[TASK INPUT Boundary: Start]
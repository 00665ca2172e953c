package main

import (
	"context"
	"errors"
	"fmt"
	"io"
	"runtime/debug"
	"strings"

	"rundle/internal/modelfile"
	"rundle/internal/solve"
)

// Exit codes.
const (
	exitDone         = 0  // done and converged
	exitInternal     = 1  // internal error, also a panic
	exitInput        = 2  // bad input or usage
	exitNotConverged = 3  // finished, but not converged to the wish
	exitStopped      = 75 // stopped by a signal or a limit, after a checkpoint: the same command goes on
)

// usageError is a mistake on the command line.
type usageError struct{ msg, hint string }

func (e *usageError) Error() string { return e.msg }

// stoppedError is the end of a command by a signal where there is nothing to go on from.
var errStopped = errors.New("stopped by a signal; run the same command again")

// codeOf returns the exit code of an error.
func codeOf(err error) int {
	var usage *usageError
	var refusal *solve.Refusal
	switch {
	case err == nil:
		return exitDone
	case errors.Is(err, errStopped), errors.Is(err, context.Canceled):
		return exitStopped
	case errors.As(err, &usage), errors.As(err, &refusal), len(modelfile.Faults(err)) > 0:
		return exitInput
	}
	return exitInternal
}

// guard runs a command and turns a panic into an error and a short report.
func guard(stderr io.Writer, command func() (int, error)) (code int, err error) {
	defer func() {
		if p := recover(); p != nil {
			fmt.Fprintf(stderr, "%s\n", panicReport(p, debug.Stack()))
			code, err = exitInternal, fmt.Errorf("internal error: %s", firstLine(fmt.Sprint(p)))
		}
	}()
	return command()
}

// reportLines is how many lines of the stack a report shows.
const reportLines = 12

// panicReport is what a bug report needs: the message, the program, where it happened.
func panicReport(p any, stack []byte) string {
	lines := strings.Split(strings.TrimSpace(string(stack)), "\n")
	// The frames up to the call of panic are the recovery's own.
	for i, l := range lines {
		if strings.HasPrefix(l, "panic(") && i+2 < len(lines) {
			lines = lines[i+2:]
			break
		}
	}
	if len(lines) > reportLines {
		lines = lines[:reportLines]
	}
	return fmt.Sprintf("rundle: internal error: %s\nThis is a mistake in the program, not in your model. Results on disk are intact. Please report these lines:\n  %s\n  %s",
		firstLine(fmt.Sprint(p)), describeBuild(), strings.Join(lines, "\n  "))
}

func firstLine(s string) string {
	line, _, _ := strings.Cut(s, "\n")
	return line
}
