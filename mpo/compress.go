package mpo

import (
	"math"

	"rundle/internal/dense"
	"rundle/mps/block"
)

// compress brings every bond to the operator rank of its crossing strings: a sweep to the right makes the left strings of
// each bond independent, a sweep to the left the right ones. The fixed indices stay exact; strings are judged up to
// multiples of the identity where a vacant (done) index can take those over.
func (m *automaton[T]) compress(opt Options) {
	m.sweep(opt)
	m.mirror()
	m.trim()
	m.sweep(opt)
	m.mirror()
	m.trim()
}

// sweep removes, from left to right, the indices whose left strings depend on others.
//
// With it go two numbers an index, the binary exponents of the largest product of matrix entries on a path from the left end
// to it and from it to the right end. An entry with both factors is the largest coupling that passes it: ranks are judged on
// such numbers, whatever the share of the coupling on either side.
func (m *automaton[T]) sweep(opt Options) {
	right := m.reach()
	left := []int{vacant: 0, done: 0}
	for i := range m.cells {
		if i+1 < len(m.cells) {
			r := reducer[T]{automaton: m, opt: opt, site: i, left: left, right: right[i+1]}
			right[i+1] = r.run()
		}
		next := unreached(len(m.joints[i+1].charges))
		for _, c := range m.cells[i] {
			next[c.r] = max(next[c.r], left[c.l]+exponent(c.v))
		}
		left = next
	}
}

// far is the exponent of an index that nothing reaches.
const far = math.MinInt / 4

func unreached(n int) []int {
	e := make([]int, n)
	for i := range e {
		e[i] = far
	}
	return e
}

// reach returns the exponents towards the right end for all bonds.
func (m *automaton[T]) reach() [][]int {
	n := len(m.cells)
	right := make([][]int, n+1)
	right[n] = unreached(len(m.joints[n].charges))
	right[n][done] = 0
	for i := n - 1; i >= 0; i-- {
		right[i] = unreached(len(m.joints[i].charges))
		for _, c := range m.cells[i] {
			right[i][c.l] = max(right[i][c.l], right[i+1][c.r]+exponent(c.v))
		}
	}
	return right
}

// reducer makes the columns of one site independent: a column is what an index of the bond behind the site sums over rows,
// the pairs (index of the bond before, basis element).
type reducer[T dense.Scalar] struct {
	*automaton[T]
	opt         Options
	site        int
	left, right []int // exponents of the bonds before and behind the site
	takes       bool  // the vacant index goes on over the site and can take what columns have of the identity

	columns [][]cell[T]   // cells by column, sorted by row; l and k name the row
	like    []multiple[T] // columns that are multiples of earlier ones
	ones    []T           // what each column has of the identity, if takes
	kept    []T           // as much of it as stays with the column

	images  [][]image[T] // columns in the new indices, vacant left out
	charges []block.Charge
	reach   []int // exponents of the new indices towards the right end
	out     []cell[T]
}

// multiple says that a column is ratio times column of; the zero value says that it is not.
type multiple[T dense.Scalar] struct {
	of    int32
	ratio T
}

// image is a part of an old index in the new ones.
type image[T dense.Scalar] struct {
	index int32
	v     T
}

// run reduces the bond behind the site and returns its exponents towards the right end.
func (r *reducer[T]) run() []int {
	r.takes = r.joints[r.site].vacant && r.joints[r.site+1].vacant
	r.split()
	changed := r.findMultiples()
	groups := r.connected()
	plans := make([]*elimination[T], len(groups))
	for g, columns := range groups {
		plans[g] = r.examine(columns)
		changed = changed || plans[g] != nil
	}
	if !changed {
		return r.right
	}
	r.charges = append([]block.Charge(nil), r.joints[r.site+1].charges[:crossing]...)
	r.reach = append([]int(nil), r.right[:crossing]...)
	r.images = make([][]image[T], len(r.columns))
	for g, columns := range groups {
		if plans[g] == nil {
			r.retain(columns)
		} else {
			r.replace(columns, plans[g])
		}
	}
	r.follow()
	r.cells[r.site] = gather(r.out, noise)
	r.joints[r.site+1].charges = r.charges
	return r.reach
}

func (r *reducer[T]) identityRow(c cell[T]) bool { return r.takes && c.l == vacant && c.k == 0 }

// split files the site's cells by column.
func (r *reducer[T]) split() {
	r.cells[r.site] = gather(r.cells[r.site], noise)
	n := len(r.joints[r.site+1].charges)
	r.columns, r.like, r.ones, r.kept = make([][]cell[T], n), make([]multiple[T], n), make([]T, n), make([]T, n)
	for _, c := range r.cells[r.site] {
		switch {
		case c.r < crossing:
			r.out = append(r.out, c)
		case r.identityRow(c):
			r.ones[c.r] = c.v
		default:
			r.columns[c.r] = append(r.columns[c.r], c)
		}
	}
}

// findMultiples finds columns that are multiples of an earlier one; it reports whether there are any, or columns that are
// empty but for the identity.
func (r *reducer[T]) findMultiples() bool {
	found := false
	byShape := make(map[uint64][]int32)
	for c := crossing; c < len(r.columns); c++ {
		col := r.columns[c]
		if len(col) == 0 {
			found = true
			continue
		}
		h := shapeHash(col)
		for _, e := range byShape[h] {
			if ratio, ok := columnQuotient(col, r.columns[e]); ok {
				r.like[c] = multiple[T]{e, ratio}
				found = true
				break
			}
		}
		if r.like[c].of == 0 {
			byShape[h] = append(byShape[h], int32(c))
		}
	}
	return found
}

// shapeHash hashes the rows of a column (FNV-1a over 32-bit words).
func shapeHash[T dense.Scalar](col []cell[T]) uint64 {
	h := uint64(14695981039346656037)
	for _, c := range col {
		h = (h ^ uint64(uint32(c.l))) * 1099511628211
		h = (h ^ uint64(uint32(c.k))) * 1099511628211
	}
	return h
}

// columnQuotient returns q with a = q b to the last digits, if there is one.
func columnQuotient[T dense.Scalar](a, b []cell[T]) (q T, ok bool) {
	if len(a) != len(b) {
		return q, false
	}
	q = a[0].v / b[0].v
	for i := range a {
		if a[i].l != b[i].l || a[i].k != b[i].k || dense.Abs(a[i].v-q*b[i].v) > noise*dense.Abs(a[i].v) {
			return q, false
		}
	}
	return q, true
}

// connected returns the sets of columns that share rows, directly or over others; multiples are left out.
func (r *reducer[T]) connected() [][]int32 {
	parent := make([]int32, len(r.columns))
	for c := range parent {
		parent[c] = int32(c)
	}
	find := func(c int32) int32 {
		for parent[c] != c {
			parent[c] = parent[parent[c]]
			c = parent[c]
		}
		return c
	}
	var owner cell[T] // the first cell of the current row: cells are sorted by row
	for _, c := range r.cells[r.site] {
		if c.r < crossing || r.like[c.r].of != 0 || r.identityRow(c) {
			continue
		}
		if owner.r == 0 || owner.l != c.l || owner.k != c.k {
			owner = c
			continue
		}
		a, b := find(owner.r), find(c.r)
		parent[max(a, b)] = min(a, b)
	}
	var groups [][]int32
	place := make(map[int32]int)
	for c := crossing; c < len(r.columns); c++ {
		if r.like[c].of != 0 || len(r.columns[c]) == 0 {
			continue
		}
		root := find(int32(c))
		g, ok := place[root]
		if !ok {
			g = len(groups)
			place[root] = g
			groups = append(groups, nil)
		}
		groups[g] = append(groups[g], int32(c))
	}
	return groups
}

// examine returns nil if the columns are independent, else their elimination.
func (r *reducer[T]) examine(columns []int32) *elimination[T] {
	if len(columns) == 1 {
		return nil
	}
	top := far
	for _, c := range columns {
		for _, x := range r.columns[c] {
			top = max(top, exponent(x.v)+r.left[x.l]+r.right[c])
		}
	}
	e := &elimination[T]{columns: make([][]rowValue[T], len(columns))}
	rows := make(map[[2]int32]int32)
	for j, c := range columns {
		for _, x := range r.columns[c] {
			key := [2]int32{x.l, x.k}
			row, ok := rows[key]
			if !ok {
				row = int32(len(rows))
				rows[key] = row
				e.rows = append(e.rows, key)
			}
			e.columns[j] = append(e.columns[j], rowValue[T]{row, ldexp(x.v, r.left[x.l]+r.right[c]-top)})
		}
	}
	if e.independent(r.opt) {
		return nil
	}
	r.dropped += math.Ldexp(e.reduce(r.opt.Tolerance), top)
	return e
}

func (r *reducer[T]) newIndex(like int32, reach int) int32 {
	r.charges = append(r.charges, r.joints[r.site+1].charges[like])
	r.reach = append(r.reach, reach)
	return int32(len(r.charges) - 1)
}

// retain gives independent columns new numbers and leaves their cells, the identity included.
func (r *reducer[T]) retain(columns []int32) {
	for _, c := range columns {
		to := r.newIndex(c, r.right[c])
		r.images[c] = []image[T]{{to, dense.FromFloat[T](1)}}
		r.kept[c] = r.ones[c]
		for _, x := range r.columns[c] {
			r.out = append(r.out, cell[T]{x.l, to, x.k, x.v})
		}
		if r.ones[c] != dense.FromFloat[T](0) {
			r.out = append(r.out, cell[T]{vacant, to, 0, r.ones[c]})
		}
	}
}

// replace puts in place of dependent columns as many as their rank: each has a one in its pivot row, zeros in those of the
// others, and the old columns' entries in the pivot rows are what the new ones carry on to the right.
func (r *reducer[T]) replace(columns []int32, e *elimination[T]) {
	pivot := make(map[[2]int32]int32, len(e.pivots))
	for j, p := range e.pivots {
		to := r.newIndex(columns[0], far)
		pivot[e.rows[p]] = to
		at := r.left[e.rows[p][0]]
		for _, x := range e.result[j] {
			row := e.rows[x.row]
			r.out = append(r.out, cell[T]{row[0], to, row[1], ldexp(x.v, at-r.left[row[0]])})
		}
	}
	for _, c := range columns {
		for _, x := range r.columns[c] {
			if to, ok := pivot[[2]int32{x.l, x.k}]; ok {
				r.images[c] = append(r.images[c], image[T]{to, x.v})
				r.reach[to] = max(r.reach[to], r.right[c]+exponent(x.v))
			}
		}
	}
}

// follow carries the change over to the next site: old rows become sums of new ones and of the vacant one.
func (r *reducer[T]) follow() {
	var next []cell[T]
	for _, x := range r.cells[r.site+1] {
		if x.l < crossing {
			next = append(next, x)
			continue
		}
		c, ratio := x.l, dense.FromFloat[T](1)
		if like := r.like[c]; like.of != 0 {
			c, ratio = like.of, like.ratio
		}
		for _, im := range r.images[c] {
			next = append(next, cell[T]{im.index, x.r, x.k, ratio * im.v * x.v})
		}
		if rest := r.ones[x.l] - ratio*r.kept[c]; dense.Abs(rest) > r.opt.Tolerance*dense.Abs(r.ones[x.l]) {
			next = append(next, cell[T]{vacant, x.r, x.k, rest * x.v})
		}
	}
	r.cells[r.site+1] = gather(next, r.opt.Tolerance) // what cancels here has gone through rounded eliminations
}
[TASK INPUT Boundary: End]
-- EXERCISE PROMPT --
Copy, exactly and only, the lines above that begin with the one containing "if c.r < crossing" and finish with the one containing "func (r *reducer[T]) retain(columns".

-- RESULT BELOW --
		if c.r < crossing || r.like[c.r].of != 0 || r.identityRow(c) {
			continue
		}
		if owner.r == 0 || owner.l != c.l || owner.k != c.k {
			owner = c
			continue
		}
		a, b := find(owner.r), find(c.r)
		parent[max(a, b)] = min(a, b)
	}
	var groups [][]int32
	place := make(map[int32]int)
	for c := crossing; c < len(r.columns); c++ {
		if r.like[c].of != 0 || len(r.columns[c]) == 0 {
			continue
		}
		root := find(int32(c))
		g, ok := place[root]
		if !ok {
			g = len(groups)
			place[root] = g
			groups = append(groups, nil)
		}
		groups[g] = append(groups[g], int32(c))
	}
	return groups
}

// examine returns nil if the columns are independent, else their elimination.
func (r *reducer[T]) examine(columns []int32) *elimination[T] {
	if len(columns) == 1 {
		return nil
	}
	top := far
	for _, c := range columns {
		for _, x := range r.columns[c] {
			top = max(top, exponent(x.v)+r.left[x.l]+r.right[c])
		}
	}
	e := &elimination[T]{columns: make([][]rowValue[T], len(columns))}
	rows := make(map[[2]int32]int32)
	for j, c := range columns {
		for _, x := range r.columns[c] {
			key := [2]int32{x.l, x.k}
			row, ok := rows[key]
			if !ok {
				row = int32(len(rows))
				rows[key] = row
				e.rows = append(e.rows, key)
			}
			e.columns[j] = append(e.columns[j], rowValue[T]{row, ldexp(x.v, r.left[x.l]+r.right[c]-top)})
		}
	}
	if e.independent(r.opt) {
		return nil
	}
	r.dropped += math.Ldexp(e.reduce(r.opt.Tolerance), top)
	return e
}

func (r *reducer[T]) newIndex(like int32, reach int) int32 {
	r.charges = append(r.charges, r.joints[r.site+1].charges[like])
	r.reach = append(r.reach, reach)
	return int32(len(r.charges) - 1)
}

// retain gives independent columns new numbers and leaves their cells, the identity included.
func (r *reducer[T]) retain(columns []int32) {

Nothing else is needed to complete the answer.